Assume, for the sake of argument, that Ampere and Turing offer identical performance-per-clock (they probably don’t, but it makes the math easier). The RTX 3090 is 1.21x wider than the old RTX 2080 Ti, while the new RTX 3080 is the size of the RTX 2080 Ti. Clocks would be modestly higher than what we saw in the last generation, with the RTX 3090 picking up about 1.1x clock compared with the RTX 2080 Ti. The RTX 3080 would be almost 1.5x wider than the old RTX 2080 (non-Super), making it a significant upgrade in the same price bracket and an unknown value until we know more about how Nvidia will price these new cards.

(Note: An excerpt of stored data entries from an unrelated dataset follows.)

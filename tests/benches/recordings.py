#!/usr/bin/env python3
"""Writes a folder of recordings to time with: hum and its harmonics over colored noise.

usage: recordings.py FOLDER COUNT SECONDS

COUNT mono files at 48 kHz, 16 bit, SECONDS long, from fixed seeds: the same bytes
every time. Written minute by minute, so that hours need no memory.
Needs numpy and scipy (last run with numpy 2.4.6, scipy 1.17.1).
"""
import sys
import wave
from pathlib import Path

import numpy as np
from scipy.signal import lfilter

RATE_HZ = 48000
HUM_HZ = 50.01
MINUTE = 60 * RATE_HZ
NOISE_POLE = 0.95


def minutes(seed, frames):
    """Yields the samples of one recording, a minute at a time."""
    generator = np.random.default_rng([20310502, seed])
    memory = np.zeros(1)
    for start in range(0, frames, MINUTE):
        frame = np.arange(start, min(frames, start + MINUTE))
        white = generator.normal(0, 0.01, frame.size)
        samples, memory = lfilter([1.0], [1.0, -NOISE_POLE], white, zi=memory)
        for line in range(1, 9):
            phase = HUM_HZ * line / RATE_HZ * frame % 1.0
            samples += 0.03 / line * np.sin(2 * np.pi * phase + 0.7 * seed + line)
        yield samples


def write(path, seed, seconds):
    with wave.open(str(path), "wb") as file:
        file.setnchannels(1)
        file.setsampwidth(2)
        file.setframerate(RATE_HZ)
        for samples in minutes(seed, round(seconds * RATE_HZ)):
            integers = np.round(samples * 2**15).clip(-(2**15), 2**15 - 1)
            file.writeframesraw(integers.astype("<i2").tobytes())


def main():
    folder, count, seconds = Path(sys.argv[1]), int(sys.argv[2]), float(sys.argv[3])
    folder.mkdir(parents=True, exist_ok=True)
    for seed in range(count):
        write(folder / f"recording-{seed:02}.wav", seed, seconds)


if __name__ == "__main__":
    main()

Looking at these cards, the big question is price. If Nvidia holds the RTX 3080 steady at the RTX 2080 Super’s pricing, it would be a tremendous upgrade. If it raises prices — and if I’m being honest, the sharp increase in VRAM and core counts could both point in that direction — then Ampere might offer performance benefits in-line with its architectural improvements but not dramatically exceeding them, in terms of performance-per-dollar. It’s a little harder to predict Nvidia’s pricing here than in the past because the company raised prices last time it launched, then cut them under pressure from AMD once its own RDNA architecture debuted. Nvidia’s overall share of the graphics market has increased to 80 percent of the discrete space, which probably hasn’t signaled to the company that it ought to consider a price cut.

Then again, if Nvidia comes in at markedly higher prices than AMD plans to target, we’ll see costs come down when AMD launches its own RDNA2 GPUs, an event my crystal ball tells me…to expect. This year, if things are still on schedule, but we don’t know more than that.

It’s been a bit of an odd year in gaming. With a number of Xbox Series X and PlayStation launch titles pushed back, there’s been less to talk about, and for every game that’s formally announced a delay, there are more still floating in limbo. One reason it’s hard to predict how Nvidia will price ray tracing with Ampere is that there hasn’t been as much of a high-profile push around next-generation gaming titles.

Assuming VideoCardz specs are accurate, a lot of how the 3090 – 3070 compare against their predecessors is going to come down to price.